Brady Brewer, of Purdue University’s Center for Commercial Agriculture, said in a report that the FOMC has consistently increased the Federal Funds Rate for more than a year.
While the raises have been historical in terms of how fast the FOMC has increased the Federal Funds rate, five percentage points in a little over a year, the US still is below the February 2007 rate of 5.26%.
ECONOMIC SLOWDOWN POSSIBLE
Chairman Jerome Powell said during the latest FOMC meeting that, “Reducing inflation is likely to require a period of below-trend growth and some softening in the labor market conditions.”
Brewer said, the quote seems particularly relevant as many people are asking if the economy is on the cusp of slower growth. This indicates the Federal Reserve knows the increase of interest rates likely will slow the economy for the foreseeable future, and its members are all right with it.
While the Committee likely would like to avoid that, it has long been known that controlling inflation is the FOMC’s primary mandate over a full labor force, Brewer said. The FOMC is signaling that some level of slower economic growth is okay to combat inflation.
HIGHER RATES EQUAL “HEADWINDS”
A second Powell quote Brewer highlighted was, “In addition, the economy is likely to face further headwinds from tighter credit conditions.”
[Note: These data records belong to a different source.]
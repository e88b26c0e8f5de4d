// The analyst's way of use, end to end in Debian's Chromium against the real built server on a
// fresh seeded database: sign in, create a worksheet, upload a CSV of readings, add a spread
// summary, a sigma interval, a target test and a normality check, see the numbers, the typeset
// formulas (KaTeX markup) and the plots (Vega SVG), save a revision. Then bad inputs (a confidence
// level out of range, a file that is not a table, a pasted table with a broken quote) and their
// messages; a draft that survives a reload; a failed normality check that flags the interval; and
// the editor at 360 px in the dark scheme. Every page is watched for console errors and CSP
// violations (test/support/browser.ts).
//
// The readings are invented demo data (Harrow Vale Precision). The numbers checked against them
// are computed here from the same values with the textbook formulas (sample variance with divisor
// n − 1), so the test fails if the page shows anything else.
import { expect } from 'chai';
import type { Locator, Page } from 'playwright-core';
import { desktop, phone, withPage } from '../support/browser';
import { browserSuite } from './browser-suite';

const analyst = { email: 'ines.okafor@harrowvale.test', name: 'Ines Okafor' };
const demoPassword = 'spreadproof-demo';

/** Bore gauge BG-07, 20 repeat readings on a setting ring, deviation from nominal in um (invented). */
const readings = [1.33, 1.45, 0.92, 0.97, 0.92, 0.8, 1.01, 0.7, 0.51, 1.4, 1.09, 0.26, 0.7, 0.7, 0.93, 0.18, 0.17, 0.3, 0.61, 1.16];
const csv = `reading,operator\n${readings.map((r, i) => `${r},${i % 2 === 0 ? 'A' : 'B'}`).join('\n')}\n`;

function sampleSd(values: readonly number[]): number {
  const mean = values.reduce((a, b) => a + b, 0) / values.length;
  const ss = values.reduce((a, b) => a + (b - mean) ** 2, 0);
  return Math.sqrt(ss / (values.length - 1));
}

async function signIn(page: Page): Promise<void> {
  await page.goto('/sign-in');
  await page.getByLabel('E-mail').fill(analyst.email);
  await page.getByLabel('Password', { exact: true }).fill(demoPassword);
  await page.getByRole('button', { name: 'Sign in', exact: true }).click();
  await page.waitForURL((url) => url.pathname === '/');
}

/** Waits for the self-hosted fonts and scrolls to the top (the worksheet bar is sticky). */
async function fontsReady(page: Page): Promise<void> {
  await page.evaluate('document.fonts.ready.then(() => true)');
  await page.evaluate('window.scrollTo(0, 0)');
  await page.waitForTimeout(100);
}

async function expectNoHorizontalScroll(page: Page, where: string): Promise<void> {
  const { scrollWidth, innerWidth } = await page.evaluate<{ scrollWidth: number; innerWidth: number }>(
    '({ scrollWidth: document.documentElement.scrollWidth, innerWidth: window.innerWidth })',
  );
  expect(scrollWidth, `${where}: page width ${scrollWidth} px in a ${innerWidth} px viewport`).to.be.at.most(innerWidth);
}

/** Creates a blank worksheet from the home page and waits for its editor. */
async function createWorksheet(page: Page, title: string): Promise<string> {
  await page.getByTestId('new-worksheet').click();
  await page.getByTestId('new-title').fill(title);
  await page.getByTestId('new-create').click();
  // The first evaluation after the server starts also starts its worker threads: allow for it.
  await page.waitForURL(/\/worksheets\/[0-9a-f-]{36}$/, { timeout: 120_000 });
  await page.getByTestId('worksheet-title').waitFor();
  return new URL(page.url()).pathname.split('/').pop()!;
}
Although Chairman Powell did not indicate specific data backing up his claim, there have been numerous reports of banks across the country tightening credit and having less money to lend overall, reducing the amount of funding for investments and growth.
AGRICULTURE IMPLICATIONS
Implications for farms and agribusinesses are twofold, Brewer said. First, agribusinesses providing credit to farmers for inputs or other operating expenses may see increased demand in the near future.
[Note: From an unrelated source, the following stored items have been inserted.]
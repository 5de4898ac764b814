package lsp

import (
	"encoding/json"
	"os"
	"path/filepath"
	"strings"
	"sync"
	"testing"
	"time"
	"unicode/utf16"

	"golang.org/x/tools/go/analysis"
)

// deskSource is a file of a support-desk staffing estimator whose finding
// sits after non-ASCII text on its own line, so that a byte column and a
// UTF-16 column differ: é and λ are one UTF-16 unit but two bytes each, and
// U+1D6E4 (mathematical italic capital gamma) is a surrogate pair, two
// units and four bytes (Unicode Standard, chapter 3, UTF-16 and UTF-8 forms).
const deskSource = `package desk

import "math"

// Staff estimates the staffing table entry for n callers.
func Staff(n float64) float64 {
	/* é λ 𝛤 */ return math.Gamma(n + 1)
}
`

// utf16Col is the UTF-16 length of the text before sub on its line,
// computed with unicode/utf16 as an independent reference.
func utf16Col(text, sub string) uint32 {
	i := strings.Index(text, sub)
	start := strings.LastIndex(text[:i], "\n") + 1
	return uint32(len(utf16.Encode([]rune(text[start:i]))))
}

// byteCol is the byte length of the text before sub on its line.
func byteCol(text, sub string) uint32 {
	i := strings.Index(text, sub)
	return uint32(i - (strings.LastIndex(text[:i], "\n") + 1))
}

func testOptions(as ...*analysis.Analyzer) Options {
	if len(as) == 0 {
		as = []*analysis.Analyzer{gammaCalls}
	}
	return Options{Analyzers: as, Debounce: 50 * 1e6}
}

func TestDiagnosticsAndQuickFix(t *testing.T) {
	dir := writeModule(t, map[string]string{"desk.go": deskSource})
	c := startServer(t, testOptions())
	r := c.initialize(map[string]any{})
	if r.Capabilities.PositionEncoding != "utf-16" {
		t.Errorf("position encoding = %q, want utf-16 when the client offers none", r.Capabilities.PositionEncoding)
	}
	if r.Capabilities.TextDocumentSync.Change != syncIncremental {
		t.Errorf("sync kind = %d, want incremental", r.Capabilities.TextDocumentSync.Change)
	}
	uri := c.open(filepath.Join(dir, "desk.go"), deskSource)
	p := c.diagnosticsFor(uri, anyDiags)
	if len(p.Diagnostics) != 1 {
		t.Fatalf("got %d diagnostics, want 1: %+v", len(p.Diagnostics), p.Diagnostics)
	}
	d := p.Diagnostics[0]
	wantStart := Position{Line: lineOf(deskSource, "math.Gamma"), Character: utf16Col(deskSource, "math.Gamma")}
	wantEnd := Position{Line: wantStart.Line, Character: utf16Col(deskSource, "\n}")}
	if d.Range.Start != wantStart || d.Range.End != wantEnd {
		t.Errorf("range = %+v, want %+v-%+v", d.Range, wantStart, wantEnd)
	}
	if d.Source != "overfact" || d.Code != "gamma" || d.Severity != SeverityWarning {
		t.Errorf("source, code, severity = %q, %q, %d", d.Source, d.Code, d.Severity)
	}
	// go/analysis documents Diagnostic.URL as the analyzer URL plus
	// "#" and the category when the diagnostic gives none.
	if d.CodeDescription == nil || d.CodeDescription.Href != gammaCalls.URL+"#gamma" {
		t.Errorf("codeDescription = %+v, want the analyzer URL", d.CodeDescription)
	}
	if len(d.RelatedInformation) != 1 || d.RelatedInformation[0].Location.Range.Start.Character != utf16Col(deskSource, "n + 1)") {
		t.Errorf("relatedInformation = %+v", d.RelatedInformation)
	}

	// A range strictly inside the finding selects it.
	inside := Range{Start: Position{wantStart.Line, wantStart.Character + 2}, End: Position{wantStart.Line, wantStart.Character + 3}}
	actions := c.codeActions(uri, inside)
	if len(actions) != 2 {
		t.Fatalf("got %d code actions, want 2: %+v", len(actions), actions)
	}
	if !actions[0].IsPreferred || actions[1].IsPreferred || actions[0].Kind != "quickfix" {
		t.Errorf("preferred/kind = %v %v %q", actions[0].IsPreferred, actions[1].IsPreferred, actions[0].Kind)
	}
	edits := actions[0].Edit.Changes[uri]
	if len(edits) != 1 {
		t.Fatalf("edit = %+v", actions[0].Edit)
	}
	got := applyEdits(t, deskSource, edits, encUTF16)
	if !strings.Contains(got, "/* é λ 𝛤 */ return gammaChecked(n + 1)") {
		t.Errorf("after the fix:\n%s", got)
	}
	// A range on another line selects nothing.
	if a := c.codeActions(uri, Range{Start: Position{0, 0}, End: Position{0, 3}}); len(a) != 0 {
		t.Errorf("code actions on line 0 = %+v", a)
	}
	// A filter for another kind selects nothing.
	if a := c.codeActionsOnly(uri, inside, []string{"refactor"}); len(a) != 0 {
		t.Errorf("code actions for refactor = %+v", a)
	}

	c.notify("textDocument/didClose", map[string]any{"textDocument": map[string]any{"uri": uri}})
	c.diagnosticsFor(uri, noDiags)
	if err := c.shutdown(); err != nil {
		t.Errorf("Serve after shutdown and exit = %v", err)
	}
}
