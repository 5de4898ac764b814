// Package dice prints the odds table for the summer-party dice game:
// throw n six-sided dice and count the ways to see each pattern.
package dice

// perms returns n! as an int, the count of orders of n dice.
func perms(n int) int {
	if n == 0 {
		return 1
	}
	return n * perms(n-1)
}

// Patterns counts the throws of n dice showing face i counts[i] times:
// the multinomial n!/(c1!...c6!).
func Patterns(counts [6]int) int {
	n := 0
	for _, c := range counts {
		n += c
	}
	den := 1
	for _, c := range counts {
		den *= perms(c)
	}
	return perms(n) / den
}

// Probability is the chance of a pattern among the 6^n equally likely
// throws; the count is converted to float64 only after it was formed in
// int.
func Probability(counts [6]int) float64 {
	n := 0
	for _, c := range counts {
		n += c
	}
	total := 1.0
	for i := 0; i < n; i++ {
		total *= 6
	}
	return float64(Patterns(counts)) / total
}

// Table returns the chance of "all different" for a throw of one to six
// dice, for the poster; six dice is the most the game uses, so perms
// never sees more than 6.
func Table() [6]float64 {
	var t [6]float64
	for n := 1; n <= 6; n++ {
		ways := perms(6) / perms(6-n)
		total := 1
		for i := 0; i < n; i++ {
			total *= 6
		}
		t[n-1] = float64(ways) / float64(total)
	}
	return t
}
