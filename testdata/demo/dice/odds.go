// Package dice prints the odds table for the summer-party dice game:
// throw n six-sided dice and count the ways to see each pattern.
package dice

// perms returns n! as an int, the count of orders of n dice.
func perms(n int) int {
	if n == 0 {
		return 1
	}
	return n * perms(n-1)
}

// Patterns counts the throws of n dice that show ones ones and sixes
// sixes, the rest being other faces: the multinomial
// n!/(ones! sixes! (n-ones-sixes)!), before the other faces are told apart.
func Patterns(n, ones, sixes int) int {
	return perms(n) / (perms(ones) * perms(sixes) * perms(n-ones-sixes))
}

// Orders is the number of orders in which n distinct dice can be lined
// up on the table, as a float64 for the odds poster; the count is
// converted only after it was formed in int.
func Orders(n int) float64 {
	return float64(perms(n))
}

// Table returns the chance of "all different" for a throw of one to six
// dice, for the poster; six dice is the most the game uses, so perms
// never sees more than 6.
func Table() [6]float64 {
	var t [6]float64
	for n := 1; n <= 6; n++ {
		ways := perms(6) / perms(6-n)
		total := 1
		for i := 0; i < n; i++ {
			total *= 6
		}
		t[n-1] = float64(ways) / float64(total)
	}
	return t
}

// TokenOrders is the number of orders in which the 24 party tokens can
// be handed out, a count that looks small and is not.
func TokenOrders() int {
	return perms(24)
}
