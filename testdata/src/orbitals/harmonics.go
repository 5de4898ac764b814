package orbitals

import "math"

// maxDegree bounds the degrees the log-space normalisation accepts; the
// spectral grids this package serves stop far below it.
const maxDegree = 1 << 16

// factorial returns n! as a float64.
func factorial(n int) float64 { // want factorial:`factorial of parameter 0, breaks from 171`
	f := 1.0
	for i := 2; i <= n; i++ {
		f *= float64(i)
	}
	return f
}

// YlmNorm is the normalisation of the spherical harmonic Y_l^m,
// sqrt((2l+1)/(4π) · (l−m)!/(l+m)!).
func YlmNorm(l, m int) float64 { // want YlmNorm:`wrong for some l or some m`
	if m < 0 {
		m = -m
	}
	if m > l {
		return 0
	}
	return math.Sqrt(float64(2*l+1) / (4 * math.Pi) * factorial(l-m) / factorial(l+m)) // want `ratio of factorials in float64: the divisor \(l \+ m\)! overflows to \+Inf for l \+ m ≥ 171, no later than`
}

// YlmNormLog is YlmNorm with the factorial ratio taken in log space.
// It returns NaN above maxDegree.
func YlmNormLog(l, m int) float64 {
	if m < 0 {
		m = -m
	}
	if m > l {
		return 0
	}
	if l > maxDegree {
		return math.NaN()
	}
	a, _ := math.Lgamma(float64(l - m + 1))
	b, _ := math.Lgamma(float64(l + m + 1))
	return math.Sqrt(float64(2*l+1)/(4*math.Pi)) * math.Exp(0.5*(a-b))
}

// AssocLegendre evaluates the associated Legendre function P_l^m(x),
// Condon–Shortley phase included, for 0 <= m <= l and |x| <= 1.
func AssocLegendre(l, m int, x float64) float64 {
	pmm := 1.0
	if m > 0 {
		somx2 := math.Sqrt((1 - x) * (1 + x))
		fact := 1.0
		for i := 1; i <= m; i++ {
			pmm *= -fact * somx2
			fact += 2
		}
	}
	if l == m {
		return pmm
	}
	pmmp1 := x * float64(2*m+1) * pmm
	if l == m+1 {
		return pmmp1
	}
	var pll float64
	for ll := m + 2; ll <= l; ll++ {
		pll = (x*float64(2*ll-1)*pmmp1 - float64(ll+m-1)*pmm) / float64(ll-m)
		pmm, pmmp1 = pmmp1, pll
	}
	return pll
}

// Ylm is the real part of Y_l^m(θ, 0) for 0 <= m <= l.
func Ylm(l, m int, theta float64) float64 { // want Ylm:`wrong for some l`
	return YlmNorm(l, m) * AssocLegendre(l, m, math.Cos(theta)) // want `Ylm builds its result from YlmNorm\(l, m\), which is wrong for some values of l`
}

// LegendreP evaluates P_l(x) by Bonnet's recurrence.
func LegendreP(l int, x float64) float64 {
	if l == 0 {
		return 1
	}
	p0, p1 := 1.0, x
	for k := 1; k < l; k++ {
		p0, p1 = p1, (float64(2*k+1)*x*p1-float64(k)*p0)/float64(k+1)
	}
	return p1
}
Brewer thought much of the tightening credit Chairman Powell mentioned has not been in the agricultural sector. However, if banks are looking at their deposits and the amount of funds they have to loan, it is possible that overall lending could tighten, including agriculture.
Secondly, farms or agribusinesses looking to expand or invest in their businesses will find credit conditions getting tighter in the near term, Brewer said. Additionally, there also could be additional increases in the Federal Funds rate, further increasing the cost of borrowing.
Having a plan for asset replacements and investments will ensure the cost of debt is minimized in the new interest rate environment, Brewer said.
CATTLE, BEEF RECAP
The USDA reported formula and contract base prices for live FOB steers and heifers this week ranged from $171.05 per cwt to $177.28, compared with last week’s range of $171.00 to $179.10 per cwt. FOB dressed steers, and heifers went for $270.70 per cwt to $274.36, compared with $271.48 to $278.17.
The USDA choice cutout Tuesday was down $2.51 per cwt at $299.47 while select was off $0.36 at $284.35. The choice/select spread narrowed to $15.12 from $17.27 with 120 loads of fabricated product and 16 loads of trimmings and grinds sold into the spot market.
The USDA said basis bids for corn from feeders in the Southern Plains were unchanged at $1.73 to $1.88 a bushel over the Jul corn contract, which settled at $5.81 1/4 a bushel, down $0.11 1/4.
The CME Feeder Cattle Index for the seven days ended Monday was $202.07 per cwt, down $0.04. This compares with Tuesday’s May contract settlement of $205.70 per cwt, down $0.80.